Stored data:
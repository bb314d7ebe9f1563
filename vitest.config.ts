import { defineConfig } from "vitest/config";

// Node-side suites: the shared model, the CLI, the demo ledger and cross-cutting checks.
// Worker suites that need workerd live in their own project (see worker/vitest.config.ts).
export default defineConfig({
  test: {
    // Most files wait on I/O (queues, workerd, a browser) more than they compute: three at a time
    // keep the two cores busy. Files that must run alone say so (fileParallelism: false).
    maxWorkers: 3,
    // Each project but the browser tests sets pool "threads": a file starts in a worker thread, not a
    // process of its own (Vitest's default), which cost the node project 158 s of CPU against 128 s
    // on the 2-core machine. The browser tests keep a process per file (test/e2e/vitest.config.ts).
    // Console output of passing tests is noise; that of a failing one is its evidence.
    silent: "passed-only",
    projects: [
      {
        test: {
          name: "node",
          environment: "node",
          pool: "threads",
          include: ["shared-model/**/*.test.ts", "cli/**/*.test.ts", "demo-ledger/**/*.test.ts", "test/node/**/*.test.ts", "scripts/**/*.test.ts"],
          testTimeout: 60_000,
        },
      },
      // Worker suites: unit and in-process route tests in Node, then the integration suites on workerd.
      "worker/vitest.config.ts",
      "worker/test/workerd/vitest.config.ts",
      // The review app's pure modules, then the browser tests against wrangler dev.
      "review-ui/vitest.config.ts",
      "test/e2e/vitest.config.ts",
    ],
  },
});
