describe("worker restart mid-replay", () => {
  test("a replay cut off by a restart and sent again in full stores every flag exactly once", { timeout: 120_000 }, async () => {
    const dir = await mkdtemp(join(tmpdir(), "isodense-restart-"));
    const tokens = makeTokens();
    const vars = { MODEL_REFRESH_SECONDS: "0", AUDIT_SAMPLE_RATE: "0.05" };
    // Unusual payments among typical ones, 25 per batch call, as scripts/replay.ts sends them.
    const payments = [
      ...Array.from({ length: 40 }, (_, i) => ({ transactionId: `rp-u${i}`, features: { ...UNUSUAL_PAYMENT, amount: 1500 + 17 * i }, segment: "web" })),
      ...shopPayments(160, 41).map((p, i) => scoreBody(`rp-t${i}`, p)),
    ].sort((a, b) => String(a.transactionId).localeCompare(String(b.transactionId)));
    const batches: (typeof payments)[] = [];
    for (let i = 0; i < payments.length; i += 25) batches.push(payments.slice(i, i + 25));

    const reviewIds = new Set<string>();
    async function send(worker: RunningWorker, list: typeof batches): Promise<void> {
      for (const batch of list) {
        const response = await worker.post("/v1/score/batch", { payments: batch }, tokens.flow);
        expect(response.status).toBe(200);
        const body = (await response.json()) as { results: { outcome: string; result: { transactionId: string; decision: string; auditSample: boolean } }[] };
        for (const r of body.results) {
          expect(r.outcome).toBe("scored");
          if (r.result.decision === "review" || r.result.auditSample) reviewIds.add(r.result.transactionId);
        }
      }
    }

    let first: RunningWorker | undefined = await startWorker({ persistDir: dir, tokens, vars });
    let second: RunningWorker | undefined;
    try {
      await publishModel(first, await fitShopModel({ version: "mfault-replay" }));
      // Half the replay, then the process goes away at once: whatever the local queue still held
      // in memory is lost with it (production queues are durable; the resend covers both).
      await send(first, batches.slice(0, Math.ceil(batches.length / 2)));
      await first.dispose();
      first = undefined;

      second = await startWorker({ persistDir: dir, tokens, vars, skipMigrations: true });
      const db = await second.db();
      const storedAfterCut = await countRows(db, "review_items");
      expect(storedAfterCut).toBeLessThanOrEqual(reviewIds.size);
      await send(second, batches);
      expect(reviewIds.size).toBeGreaterThanOrEqual(40);
      await eventually(async () => ((await countRows(db, "review_items")) >= reviewIds.size ? true : undefined), 30_000, 300);
      // Look for duplicates once every copy sent again has been delivered: the main queue has
      // delivered everything sent before a marker, and the dead-letter queue owes nothing.
      await queueDelivered(second, "restart-drained-marker");
      const logs = second.logs;
      await eventually(async () => (deadLetterBacklog(logs, "isodense-flags-dead") === 0 ? true : undefined), 30_000, 300);
      const { results } = await db
        .prepare("SELECT transaction_id, COUNT(*) AS n FROM review_items WHERE transaction_id LIKE 'rp-%' GROUP BY transaction_id, model_version")
        .all<{ transaction_id: string; n: number }>();
      expect(results.map((r) => r.transaction_id).sort()).toEqual([...reviewIds].sort());
      expect(results.filter((r) => r.n !== 1)).toEqual([]);
      // One queue line per item as well (the trigger builds review_status from review_items).
      expect(await countRows(db, "review_status", "transaction_id LIKE 'rp-%'")).toBe(reviewIds.size);
    } finally {
      await first?.dispose();
      await second?.dispose();
      await rm(dir, { recursive: true, force: true });
    }
  });
});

● YOUR ASSIGNMENT
Could you transcribe the entries exactly, from the first line through the line containing "const dir = await", and give nothing more?

● RESPONSE BOX
repository bb314d7ebe9f1563
filename vitest.config.ts
import { defineConfig } from "vitest/config";

// Node-side suites: the shared model, the CLI, the demo ledger and cross-cutting checks.
// Worker suites that need workerd live in their own project (see worker/vitest.config.ts).
export default defineConfig({
  test: {
    // Most files wait on I/O (queues, workerd, a browser) more than they compute: three at a time
    // keep the two cores busy. Files that must run alone say so (fileParallelism: false).
    maxWorkers: 3,
    // Each project but the browser tests sets pool "threads": a file starts in a worker thread, not a
    // process of its own (Vitest's default), which cost the node project 158 s of CPU against 128 s
    // on the 2-core machine. The browser tests keep a process per file (test/e2e/vitest.config.ts).
    // Console output of passing tests is noise; that of a failing one is its evidence.
    silent: "passed-only",
    projects: [
      {
        test: {
          name: "node",
          environment: "node",
          pool: "threads",
          include: ["shared-model/**/*.test.ts", "cli/**/*.test.ts", "demo-ledger/**/*.test.ts", "test/node/**/*.test.ts", "scripts/**/*.test.ts"],
          testTimeout: 60_000,
        },
      },
      // Worker suites: unit and in-process route tests in Node, then the integration suites on workerd.
      "worker/vitest.config.ts",
      "worker/test/workerd/vitest.config.ts",
      // The review app's pure modules, then the browser tests against wrangler dev.
      "review-ui/vitest.config.ts",
      "test/e2e/vitest.config.ts",
    ],
  },
});
describe("worker restart mid-replay", () => {
  test("a replay cut off by a restart and sent again in full stores every flag exactly once", { timeout: 120_000 }, async () => {
    const dir = await mkdtemp(join(tmpdir(), "isodense-restart-"));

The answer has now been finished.